Letter Frequency II -- Visualizations

In order to better procrastinate on my master's thesis (an analysis of my database of translations into Yiddish), I've been getting into Rust and cellular automata. I have been thinking vaguely about how automata could be used to model literary production. Maybe a big bimodal graph of translators and publishers, with rules governing when publishers are born/die/survive? More to be seen...

But I think I just like how cellular automata look. I used to throw text data into .bmp's and see what would come out, and these representations of one dimensional cellular automata, with their strange periodicities, have a similar feel.

alt

Remembering, this I thought to myself: why not use these methods to take a look at the Hebrew Bible? My first idea was to convert each Hebrew letter to a numerical, then binary representation. א, as the first letter, would be 0 or 00000 as expressed in five bit binary. ב would then be 00001, ג would be 00010, all the way up through ת (10101). Final letters are encoded as their normal forms. I would then write all these binary representations to an image in the wonderful .pbm format.

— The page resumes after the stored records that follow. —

import { describe, expect, it } from 'vitest';
import type { TimelineEntry } from '@shared/schemas/timeline';
import { formatDayHeading } from '../../../../web/lib/format';
import { groupByDay } from '../../../../web/features/timeline/utils/group-by-day';

const entry = (at: string, timeZone: string): TimelineEntry => ({
  kind: 'visit',
  id: crypto.randomUUID(),
  at,
  title: 'Visit report: routine service',
  summary: '',
  link: '/tanks/x',
  timeZone,
  editedAt: null,
  body: null,
  photoId: null,
});

describe('groupByDay', () => {
  it('cuts the feed at midnight on the tank’s clock, not at UTC midnight', () => {
    // 17:30 UTC on 1 December is 01:30 on 2 December in Perth (UTC+8).
    const entries = [
      entry('2026-12-01T17:30:00.000Z', 'Australia/Perth'),
      entry('2026-12-01T15:30:00.000Z', 'Australia/Perth'),
      entry('2026-12-01T10:00:00.000Z', 'Australia/Perth'),
    ];

    expect(groupByDay(entries).map((d) => [d.day, d.entries.length])).toEqual([
      ['2026-12-02', 1],
      ['2026-12-01', 2],
    ]);
  });
});

describe('formatDayHeading', () => {
  const now = Date.parse('2026-12-02T09:00:00Z');

  it('says today and yesterday on the tank’s clock', () => {
    expect(formatDayHeading('2026-12-02T01:00:00Z', 'Europe/London', now)).toBe('Today');
    expect(formatDayHeading('2026-12-01T23:30:00Z', 'Europe/London', now)).toBe('Yesterday');
    // Already 2 December in Perth at 23:30 UTC on the 1st.
    expect(formatDayHeading('2026-12-01T23:30:00Z', 'Australia/Perth', now)).toBe('Today');
  });

  it('names older days, with the year only when it is not this one', () => {
    expect(formatDayHeading('2026-11-24T12:00:00Z', 'Europe/London', now)).toBe('Tuesday 24 November');
    expect(formatDayHeading('2025-11-24T12:00:00Z', 'Europe/London', now)).toBe('Monday 24 November 2025');
  });
});
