import { and, asc, desc, eq, inArray, sql, type SQL } from 'drizzle-orm';
import { fromDrizzle } from 'pg-boss';
import { staffRoles, type Role } from '@shared/people/permissions';
import { unreadEmailAfterMinutes } from '@shared/schemas/conversations';
import { formatDayMonthTime } from '@shared/text/dates';
import type { AppDeps } from '../deps';
import {
  companies,
  conversationMessages,
  conversationReads,
  conversations,
  deliveries,
  notificationPreferences,
  tankMembers,
  tanks,
  users,
} from '../db/schema/index';
import { publishEvent } from '../lib/event-bus';
import { queues } from '../lib/job-queue';
import {
  deliverNewsEmail,
  deliverNewsPush,
  firstWords,
  newsBodyLength,
  ownersOf,
  readPreferences,
  tellPerson,
  type News,
  type NewsReader,
} from './notify';

/*
 * Telling the other side of a conversation: owners hear of the staff's messages; the tank's
 * technician (or, with none assigned, the company's admins) of the owners' messages; internal
 * notes reach nobody. By each person's "messages" preference: one in-app notification per
 * conversation brought back by each message, a push per message (one entry per conversation on a
 * phone), and one e-mail once a message has waited unread for ten minutes, covering every unread
 * message rather than one e-mail each.
 */

type Lines = typeof conversationMessages;

/** The lines a person is told of: the other side's messages, never a note. */
function toldTo(role: Role, m: Lines = conversationMessages): SQL {
  return and(eq(m.kind, 'message'), eq(m.side, role === 'owner' ? 'staff' : 'owner'))!;
}

const readerColumns = {
  id: users.id,
  email: users.email,
  name: users.name,
  timeZone: sql<string>`coalesce(${users.timeZone}, ${companies.timeZone})`,
  preferences: notificationPreferences.preferences,
};

function readers(deps: AppDeps, where: SQL) {
  return deps.db
    .select(readerColumns)
    .from(users)
    .innerJoin(companies, eq(companies.id, users.companyId))
    .leftJoin(notificationPreferences, eq(notificationPreferences.userId, users.id))
    .where(and(eq(users.status, 'active'), where))
    .orderBy(asc(users.name), asc(users.id));
}

/** Who answers an owner: the tank's technician, or the company's admins when it has none. */
async function staffToTell(
  deps: AppDeps,
  tank: { companyId: string; assignedTechnicianId: string | null },
): Promise<NewsReader[]> {
  const ofCompany = eq(users.companyId, tank.companyId);
  if (tank.assignedTechnicianId) {
    const technician = await readers(
      deps,
      and(ofCompany, eq(users.id, tank.assignedTechnicianId), inArray(users.role, [...staffRoles]))!,
    );
    if (technician.length > 0) return technician;
  }
  return readers(deps, and(ofCompany, eq(users.role, 'admin'))!);
}

async function activeStaffIds(deps: AppDeps, companyId: string): Promise<string[]> {
  const rows = await deps.db
    .select({ id: users.id })
    .from(users)
    .where(
      and(eq(users.companyId, companyId), eq(users.status, 'active'), inArray(users.role, [...staffRoles])),
    );
  return rows.map((row) => row.id);
}

const singletonKeyOf = (conversationId: string, userId: string) => `${conversationId}:${userId}`;

/**
 * Queues the unread check for a person: one waits per conversation and person (the queue lets one
 * job per key wait), so a run of messages makes one check, not one each.
 */
async function scheduleUnreadEmail(deps: AppDeps, conversationId: string, userId: string, afterS: number) {
  if (!deps.jobs) return;
  await deps.jobs.send(
    queues.conversationUnreadEmail,
    { conversationId, userId },
    { startAfter: afterS, singletonKey: singletonKeyOf(conversationId, userId) },
  );
}

/**
 * After a line is stored: every open screen of the conversation refreshes (all the company's staff,
 * and the tank's owners unless it is a note), and the other side is told by their preferences.
 */
export async function announceMessage(deps: AppDeps, messageId: string) {
  const [row] = await deps.db
    .select({
      message: conversationMessages,
      companyId: tanks.companyId,
      assignedTechnicianId: tanks.assignedTechnicianId,
    })
    .from(conversationMessages)
    .innerJoin(tanks, eq(tanks.id, conversationMessages.tankId))
    .where(eq(conversationMessages.id, messageId));
  if (!row) return;
  const { message } = row;
  const note = message.kind === 'internal-note';
  const owners = await ownersOf(deps, message.tankId);
  await publishEvent(deps.pool, {
    type: 'conversation',
    userIds: [...(await activeStaffIds(deps, row.companyId)), ...(note ? [] : owners.map((o) => o.id))],
    tankId: message.tankId,
    conversationId: message.conversationId,
  });
  if (note) return;
  const audience = (message.side === 'owner' ? await staffToTell(deps, row) : owners).filter(
    (person) => person.id !== message.authorId,
  );
  const now = deps.clock();
  for (const person of audience) {
    try {
      const news = await loadMessageNews(deps, message.id, person.id);
      if (!news) continue;
      const { preferences } = readPreferences(person.preferences, person.timeZone);
      // The e-mail waits for the unread check, so it is left out of what is told now.
      await tellPerson(
        deps,
        person,
        preferences.messages.filter((channel) => channel !== 'email'),
        news,
        now,
      );
      if (preferences.messages.includes('email')) {
        await scheduleUnreadEmail(deps, message.conversationId, person.id, unreadEmailAfterMinutes * 60);
      }
    } catch (error) {
      // The others are still told; the message itself is stored and on every screen.
      deps.logger.error(
        { err: error, userId: person.id, messageId },
        'message notification failed for one recipient',
      );
    }
  }
}

/** The e-mail lists at most this many of the unread messages, the newest ones. */
const maxListed = 20;

/** Backslash-escapes what Markdown would read as markup (CommonMark 0.31, "Backslash escapes"). */
function escapeMarkdownText(text: string): string {
  return text.replace(/[\\`*_{}[\]<>()#+\-.!|~&=:]/g, (char) => `\\${char}`);
}

/**
 * A plain-text message as Markdown that renders back to exactly its words (the e-mail's one
 * renderer is Markdown): markup characters escaped, web addresses kept whole as autolinks, each
 * line break kept, and leading spaces kept as non-breaking ones so no line becomes code.
 */
function plainTextAsMarkdown(text: string): string {
  return text
    .split('\n')
    .map((line) => {
      const indent = /^[ \t]*/.exec(line)![0];
      const rest = line.slice(indent.length);
      const parts = rest.split(/(https?:\/\/[^\s<>]+)/g);
      const body = parts
        .map((part, index) => (index % 2 === 1 ? `<${part}>` : escapeMarkdownText(part)))
        .join('');
      return '\u00a0'.repeat(indent.replace(/\t/g, '    ').length) + body;
    })
    .join('\n');
}

/**
 * A message as one person hears of it: for the push and the in-app notification its first words;
 * for the e-mail, every message of the other side up to this one that they have not read (the
 * newest `maxListed`). Null when it is no news to them any more: they read it, or can no longer
 * see it (an owner never hears of a note, or left the tank).
 */
export async function loadMessageNews(
  deps: AppDeps,
  messageId: string,
  userId: string,
): Promise<News | null> {
  const [row] = await deps.db
    .select({
      message: conversationMessages,
      tankName: tanks.name,
      tankCompanyId: tanks.companyId,
      role: users.role,
      companyId: users.companyId,
      status: users.status,
      timeZone: sql<string>`coalesce(${users.timeZone}, ${companies.timeZone})`,
      member: sql<boolean>`exists (select 1 from ${tankMembers} where ${tankMembers.tankId} = ${conversationMessages.tankId}
        and ${tankMembers.userId} = ${users.id})`,
      read: sql<boolean>`coalesce(${conversationReads.readThrough} >= ${conversationMessages.createdAt}, false)`,
    })
    .from(conversationMessages)
    .innerJoin(tanks, eq(tanks.id, conversationMessages.tankId))
    .innerJoin(users, eq(users.id, userId))
    .innerJoin(companies, eq(companies.id, users.companyId))
    .leftJoin(
      conversationReads,
      and(
        eq(conversationReads.conversationId, conversationMessages.conversationId),
        eq(conversationReads.userId, users.id),
      ),
    )
    .where(eq(conversationMessages.id, messageId));
  if (!row || row.status !== 'active' || row.read) return null;
  const { message } = row;
  const told = message.kind === 'message' && message.side === (row.role === 'owner' ? 'staff' : 'owner');
  const sees = row.role === 'owner' ? row.member : row.companyId === row.tankCompanyId;
  if (!told || !sees) return null;

  const m = conversationMessages;
  const unread = await deps.db
    .select({
      authorName: m.authorName,
      body: m.body,
      createdAt: m.createdAt,
      total: sql<number>`count(*) over ()`.mapWith(Number),
    })
    .from(m)
    .leftJoin(
      conversationReads,
      and(eq(conversationReads.conversationId, m.conversationId), eq(conversationReads.userId, userId)),
    )
    .where(
      and(
        eq(m.conversationId, message.conversationId),
        toldTo(row.role),
        sql`${m.createdAt} <= (select c.created_at from ${conversationMessages} c where c.id = ${message.id})`,
        sql`${m.createdAt} > coalesce(${conversationReads.readThrough}, '-infinity'::timestamptz)`,
      ),
    )
    .orderBy(desc(m.createdAt), desc(m.id))
    .limit(maxListed);
  const total = Math.max(unread[0]?.total ?? 1, 1);
  const listed = unread
    .reverse()
    .map(
      (line) =>
        `**${escapeMarkdownText(line.authorName)}**, ${formatDayMonthTime(line.createdAt, row.timeZone)}\n${plainTextAsMarkdown(line.body)}`,
    );
  if (total > listed.length)
    listed.unshift(`_${total - listed.length} earlier unread messages are in the app._`);
  const lead = `${message.authorName}: `;
  return {
    subject: { messageId: message.id },
    conversationId: message.conversationId,
    tag: `conversation-${message.conversationId}`,
    tankId: message.tankId,
    title: total === 1 ? `New message: ${row.tankName}` : `${total} new messages: ${row.tankName}`,
    body: `${lead}${firstWords(message.body, Math.max(newsBodyLength - lead.length, 80))}`,
    link: `/tanks/${message.tankId}/messages`,
    mailLead:
      total === 1
        ? `A message about ${row.tankName} is waiting for you:`
        : `${total} messages about ${row.tankName} are waiting for you:`,
    notes: listed.join('\n\n'),
    notesHeading: null,
    readLabel: 'Read and reply',
    mailHeader: ['X-Brinewatch-Conversation', message.conversationId],
  };
}

export interface UnreadEmailCheck {
  conversationId: string;
  userId: string;
}

export type UnreadEmailOutcome =
  | { outcome: 'nothing-unread' }
  /** The oldest unread message has not waited long enough; checked again after `retryInS`. */
  | { outcome: 'waiting'; retryInS: number }
  /** One e-mail planned (its delivery), naming the newest message it covers. */
  | { outcome: 'emailed'; deliveryId: string | null; newestMessageId: string };

/**
 * The unread check behind the one e-mail (the queued job runs it; tests call it with their clock).
 * It looks at the messages the person is told of that are newer than both what they read and what
 * an earlier e-mail covered. None: done. The oldest younger than the wait: check again when it is
 * due. Otherwise one e-mail covering all of them, recorded with how far it covered, in one
 * transaction with its queued delivery job.
 */
export async function checkUnreadEmail(deps: AppDeps, check: UnreadEmailCheck): Promise<UnreadEmailOutcome> {
  const { conversationId, userId } = check;
  const now = deps.clock();
  const [person] = await deps.db
    .select({
      ...readerColumns,
      role: users.role,
      companyId: users.companyId,
      member: sql<boolean>`exists (select 1 from ${tankMembers} where ${tankMembers.tankId} = ${conversations.tankId}
        and ${tankMembers.userId} = ${users.id})`,
      conversationCompanyId: conversations.companyId,
    })
    .from(users)
    .innerJoin(companies, eq(companies.id, users.companyId))
    .innerJoin(conversations, eq(conversations.id, conversationId))
    .leftJoin(notificationPreferences, eq(notificationPreferences.userId, users.id))
    .where(and(eq(users.id, userId), eq(users.status, 'active')));
  if (!person) return { outcome: 'nothing-unread' };
  const sees = person.role === 'owner' ? person.member : person.companyId === person.conversationCompanyId;
  const { preferences } = readPreferences(person.preferences, person.timeZone);
  if (!sees || !preferences.messages.includes('email')) return { outcome: 'nothing-unread' };

  const m = conversationMessages;
  const waiting = () =>
    deps.db
      .select({ id: m.id, createdAt: m.createdAt })
      .from(m)
      .leftJoin(
        conversationReads,
        and(eq(conversationReads.conversationId, m.conversationId), eq(conversationReads.userId, userId)),
      )
      .where(
        and(
          eq(m.conversationId, conversationId),
          toldTo(person.role),
          sql`${m.createdAt} > coalesce(greatest(${conversationReads.readThrough}, ${conversationReads.emailedThrough}), '-infinity'::timestamptz)`,
        ),
      );
  const [oldest] = await waiting().orderBy(asc(m.createdAt), asc(m.id)).limit(1);
  if (!oldest) return { outcome: 'nothing-unread' };
  const dueMs = oldest.createdAt.getTime() + unreadEmailAfterMinutes * 60_000 - now.getTime();
  if (dueMs > 0) {
    const retryInS = Math.ceil(dueMs / 1000);
    await scheduleUnreadEmail(deps, conversationId, userId, retryInS);
    return { outcome: 'waiting', retryInS };
  }
  const [newest] = await waiting().orderBy(desc(m.createdAt), desc(m.id)).limit(1);
  const deliveryId = await deps.db.transaction(async (tx) => {
    const [planned] = await tx
      .insert(deliveries)
      .values({ messageId: newest!.id, userId, channel: 'email', destination: person.email })
      .onConflictDoNothing()
      .returning({ id: deliveries.id });
    const through = sql`(select ${m.createdAt} from ${m} where ${m.id} = ${newest!.id})`;
    await tx
      .insert(conversationReads)
      .values({ conversationId, userId, emailedThrough: through })
      .onConflictDoUpdate({
        target: [conversationReads.conversationId, conversationReads.userId],
        set: { emailedThrough: sql`greatest(${conversationReads.emailedThrough}, excluded.emailed_through)` },
      });
    if (planned && deps.jobs) {
      await deps.jobs.send(queues.email, { deliveryId: planned.id }, { db: fromDrizzle(tx, sql) });
    }
    return planned?.id ?? null;
  });
  return { outcome: 'emailed', deliveryId, newestMessageId: newest!.id };
}

async function messageDelivery(deps: AppDeps, deliveryId: string) {
  const [delivery] = await deps.db.select().from(deliveries).where(eq(deliveries.id, deliveryId));
  if (!delivery?.messageId || delivery.status !== 'pending') return null;
  const news = await loadMessageNews(deps, delivery.messageId, delivery.userId);
  return news ? { delivery, news } : null;
}

/** The e-mail and push jobs of a message's delivery (deliver.ts hands them here). */
export async function deliverMessageEmail(deps: AppDeps, deliveryId: string) {
  const planned = await messageDelivery(deps, deliveryId);
  if (planned) await deliverNewsEmail(deps, planned);
}

export async function deliverMessagePush(deps: AppDeps, deliveryId: string) {
  const planned = await messageDelivery(deps, deliveryId);
  if (planned) await deliverNewsPush(deps, planned);
}
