import type { Request, Response } from 'express';
import { depsOf } from '../deps';
import type { Actor } from './actors';

const heartbeatMs = 25_000;

/**
 * Server-Sent Events for one signed-in person: every alert or notification event (from any API
 * process, through LISTEN/NOTIFY) addressed to them, as a small "refetch this" message.
 */
export function streamEvents(req: Request, res: Response, actor: Actor) {
  const { events } = depsOf(req);
  res.writeHead(200, {
    'Content-Type': 'text/event-stream; charset=utf-8',
    'Cache-Control': 'no-store',
    Connection: 'keep-alive',
    'X-Accel-Buffering': 'no',
  });
  res.write('retry: 5000\n\n');
  res.write(`event: ready\ndata: {}\n\n`);
  if (!events) return;
  const stop = events.on((event) => {
    if (!event.userIds.includes(actor.id)) return;
    res.write(
      `event: ${event.type}\ndata: ${JSON.stringify({ tankId: event.tankId, alertId: event.alertId })}\n\n`,
    );
  });
  const heartbeat = setInterval(() => res.write(': keep-alive\n\n'), heartbeatMs);
  req.on('close', () => {
    clearInterval(heartbeat);
    stop();
  });
}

In case you're not familiar, .pbm, .pgm, and .ppm have ASCII formats, which makes them very human readable and fun to manipulate. A file that looks like this:

P1
# This is an example bitmap of the letter "J"
6 10
0 0 0 0 1 0
0 0 0 0 1 0
0 0 0 0 1 0
0 0 0 0 1 0
0 0 0 0 1 0
0 0 0 0 1 0
1 0 0 0 1 0
0 1 1 1 0 0
0 0 0 0 0 0
0 0 0 0 0 0

Will end up looking like this:

Pretty cool, right? A five-bit, square representation of Genesis 1 encoded this way looks like this:

alt

From left to right it reads:

00001 10011 00000 10100 01001 10101 ...
ב ר א ש י ת ...

Cool as this looks (to me anyway...), our eyes are really quite ill-equipped to read any of it. If you want you can sit there and decode byte by byte, but its very difficult to find patterns. But if we introduce color, patterns start to emerge.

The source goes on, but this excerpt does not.